February 2014: Workshop I debrief (evaluation analysis; follow-up report writing). Accomplished as expected.
February-September 2014: Ongoing individual SDM support and training; visit each participant at least twice; all participants invited to site visits. Research interviews in conjunction with site visits or via telephone. Accomplished.
August-October 2014: Workshop II planning (reserve space for workshop; develop training materials; outreach/invitations to participants). Analyze/integrate research data. Contact media. Partnered with CISA to complete this activity over winter, 2015-2016.
October 2014: Workshop II- reflect on SDM process and application to on-farm management problems; Identify strengths and weaknesses of SDM and specific decision making techniques; list lessons learned and modification of approach to farming context; identify success stories for use in case studies; ongoing individual SDM support and training. Workshop evaluation. Completed this activity in February, 2016 in collaboration with CISA.
November 2014: Workshop II debrief (evaluation analysis; follow-up report writing). Accomplished in March, 2016.
November 2014-January 2015: Workshop III planning (reserve space for workshop; develop training materials; outreach/invitations to participants). Ongoing individual SDM support and training. Contact media. Ongoing partnership with the Essex Farm Institute. Workshop scheduled for January 18, 2017.
January 2015: Workshop III- Apply SDM to 2015 season planning. Participants aim to apply SDM to all major management decisions regarding 2015 season. Workshop evaluation. The final workshop will be held January 18, 2017.
December 2014-January 2015: Case study development and distribution; Workshop III debrief (evaluation analysis; follow-up report writing). We will begin this phase of the project in spring and summer, 2017.
January-September 2015: Write and publish research paper. Continue case study distribution and provide oral presentations to regional agricultural organizations and community. Attend conference. We provided two workshop presentations in fall, 2015 and submitted two papers for peer review in summer, 2016. These papers were rejected. We plan to submit to alternative journals in summer-fall, 2017.
Impacts and Contributions/Outcomes
While our project is moving slower than expected, we are developing preliminary results. As we analyze the data from our interviews, we recognize that participating farmers use a wide range of decision making strategies. For example, some farmers are utilizing highly analytical and financial techniques to weigh benefits and costs of specific decisions at fine levels of detail. Others make decisions on “gut feelings” and assumptions. Still others seek out advice from a wide range of mentors and experts, and apply the knowledge of these trusted advisors. Furthermore, participating farmers outlined a diverse set of decisions as particularly challenging. Among the most vexing topics are decisions related to finding and keeping high performing employees; finding and keeping consistent consumers and markets; learning to grow and produce new products; and successfully and consistently reducing expenses.

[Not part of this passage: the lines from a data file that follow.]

// Shared pieces of the engine benchmarks: the two schemes of issue 3 (edge-preserving and 5-point heat), the
// input image, the hand-written typed-array loops (the baseline), the engine run, and median/format helpers.
// Not a benchmark itself (run.mjs only runs *.bench.ts).
import { jsBackend } from '../../src/engine/jsBackend';
import { createRun } from '../../src/engine/run';
import { parseAndCheck } from '../../src/notation/index';
import type { CheckedScheme } from '../../src/notation/scheme';

export type Kind = 'edge' | 'heat';
export const DT = 0.2;
export const K = 0.05;

/** Edge-preserving diffusion: 4 neighbours, g(s) = 1/(1 + s²/K²), K = 0.05, dt = 0.2, reflect (issue 3). */
export const EDGE = `grid 2d\nboundary reflect\nparam K = ${K} in [0.001, 1]\nstep dt = ${DT}\nsteps 1\nfield u = image\n` +
  `diffusivity g(s) = 1 / (1 + s^2 / K^2)\nu' = u + dt * sum n in N4: g(u[n] - u) * (u[n] - u)\n`;
/** The 5-point heat equation, dt = 0.2, reflect. */
export const HEAT = `grid 2d\nboundary reflect\nstep dt = ${DT}\nsteps 1\nfield u = image\nu' = u + dt * sum n in N4: u[n] - u\n`;

export const CASES: { label: string; kind: Kind; n: number; steps: number }[] = [
  { label: 'edge-preserving', kind: 'edge', n: 512, steps: 100 },
  { label: 'edge-preserving', kind: 'edge', n: 2048, steps: 20 },
  { label: 'heat 5-point', kind: 'heat', n: 512, steps: 100 },
  { label: 'heat 5-point', kind: 'heat', n: 2048, steps: 20 },
];

export interface Image { width: number; height: number; data: Float32Array }

/**
 * A picture with edges and noise, so the edge-preserving diffusivity takes every value range: a smooth ramp,
 * a bright disc and a stripe band, plus uniform noise of ±0.05 from a fixed LCG (the same bytes on every machine).
 */
export function benchImage(n: number): Image {
  const data = new Float32Array(n * n);
  let a = 12345;
  for (let y = 0; y < n; y++) {
    for (let x = 0; x < n; x++) {
      a = (Math.imul(a, 1103515245) + 12345) >>> 0;
      const noise = ((a >>> 8) / 16777216 - 0.5) * 0.1;
      const dx = x - n * 0.6, dy = y - n * 0.4;
      let v = 0.3 + 0.3 * (x / n);
      if (dx * dx + dy * dy < (n * 0.2) ** 2) v = 0.85;
      if (y > n * 0.75 && ((x >> 3) & 1) === 1) v = 0.1;
      data[y * n + x] = v + noise;
    }
  }
  return { width: n, height: n, data };
}

export function checked(text: string): CheckedScheme {
  const r = parseAndCheck(text);
  if (!r.scheme) throw new Error('bench scheme has errors');
  return r.scheme;
}

/** Reflect halo of one cell: copy the edge rows and columns outward (corners included via the row copies). */
function ghosts(u: Float32Array, W: number, H: number): void {
  const pw = W + 2;
  for (let y = 1; y <= H; y++) {
    u[y * pw] = u[y * pw + 1];
    u[y * pw + W + 1] = u[y * pw + W];
  }
  u.copyWithin(0, pw, 2 * pw);
  u.copyWithin((H + 1) * pw, H * pw, (H + 1) * pw);
}

// Two separate loops rather than one with a `kind` test inside: what a careful programmer writes for each scheme.
function stepEdge(u: Float32Array, v: Float32Array, W: number, H: number): void {
  const pw = W + 2, dt = DT, iK2 = 1 / (K * K);
  for (let y = 1; y <= H; y++) {
    let i = y * pw + 1;
    for (let x = 0; x < W; x++, i++) {
      const c = u[i];
      const e = u[i + 1] - c, w = u[i - 1] - c, s = u[i + pw] - c, n = u[i - pw] - c;
      v[i] = c + dt * (e / (1 + e * e * iK2) + w / (1 + w * w * iK2) + s / (1 + s * s * iK2) + n / (1 + n * n * iK2));
    }
  }
}

function stepHeat(u: Float32Array, v: Float32Array, W: number, H: number): void {
  const pw = W + 2, dt = DT;
  for (let y = 1; y <= H; y++) {
    let i = y * pw + 1;
    for (let x = 0; x < W; x++, i++) {
      const c = u[i];
      v[i] = c + dt * (u[i + 1] + u[i - 1] + u[i + pw] + u[i - pw] - 4 * c);
    }
  }
}

/** Wall and CPU seconds of one timed section (CPU time is steadier than wall time on a shared machine). */
export interface Timing { wall: number; cpu: number; out: Float32Array }

function timed(body: () => void): { wall: number; cpu: number } {
  const c0 = process.cpuUsage();
  const t0 = performance.now();
  body();
  const wall = (performance.now() - t0) / 1000;
  const c = process.cpuUsage(c0);
  return { wall, cpu: (c.user + c.system) / 1e6 };
}

/** The baseline: padded Float32 buffers, ghost refill per step, no branches in the inner loop, buffer swap. */
export function handLoop(kind: Kind, img: Image, steps: number): Timing {
  const W = img.width, H = img.height, pw = W + 2;
  let u = new Float32Array(pw * (H + 2)), v = new Float32Array(pw * (H + 2));
  for (let y = 0; y < H; y++) u.set(img.data.subarray(y * W, (y + 1) * W), (y + 1) * pw + 1);
  const step = kind === 'edge' ? stepEdge : stepHeat;
  const t = timed(() => {
    for (let s = 0; s < steps; s++) {
      ghosts(u, W, H);
      step(u, v, W, H);
      const tmp = u; u = v; v = tmp;
    }
  });
  const out = new Float32Array(W * H);
  for (let y = 0; y < H; y++) out.set(u.subarray((y + 1) * pw + 1, (y + 1) * pw + 1 + W), y * W);
  return { ...t, out };
}

/**
 * The engine: compiled once (cached), then stepped with Run.step(), the same loop runSync uses, so the timed
 * section holds the kernels, halo refills and the fused monitors, not set-up or frame statistics.
 * `wall` is the engine's own stepSeconds (contracts §4).
 */
export function engineRun(scheme: CheckedScheme, img: Image, steps: number): Timing {
  // Pinned to the JavaScript backend: this bench measures the generated JavaScript kernels (issue 3); the
  // WebAssembly backend has its own bench.
  const run = createRun(scheme, { image: img, steps, dtype: 'float32', backend: jsBackend });
  const t = timed(() => {
    while (run.stepIndex < steps && run.step()) { /* step() does the work */ }
  });
  if (run.status !== 'running' || run.warnings.length) throw new Error(`bench run stopped: ${run.status} ${run.warnings[0]?.message ?? ''}`);
  return { wall: run.stepSeconds, cpu: t.cpu, out: run.fieldData(0) as Float32Array };
}

export function median(xs: readonly number[]): number {
  const s = [...xs].sort((a, b) => a - b);
  const m = s.length >> 1;
  return s.length % 2 ? s[m] : (s[m - 1] + s[m]) / 2;
}

export function maxAbsDiff(a: ArrayLike<number>, b: ArrayLike<number>): number {
  let d = 0;
  for (let i = 0; i < a.length; i++) d = Math.max(d, Math.abs(a[i] - b[i]));
  return d;
}

export function row(cells: (string | number)[], widths: number[]): string {
  return cells.map((c, k) => String(c).padEnd(widths[k])).join(' ');
}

We have extended the reach of our work through conference presentations and publication. We have presented elements of this project at two national conferences and have one paper in peer-review at the international journal, Organization and Environment.
Furthermore, the two students working on this project have leveraged their research and outreach experience into exciting opportunities. Lucas graduated in 2014 and traveled to New Zealand and Australia to labor on large sheep farms for the next two years. Amelia used her NESARE experience to build her application for a prestigious internship and scholarship from the Environmental Protection Agency. She began this work, which focuses on water quality, in summer, 2016.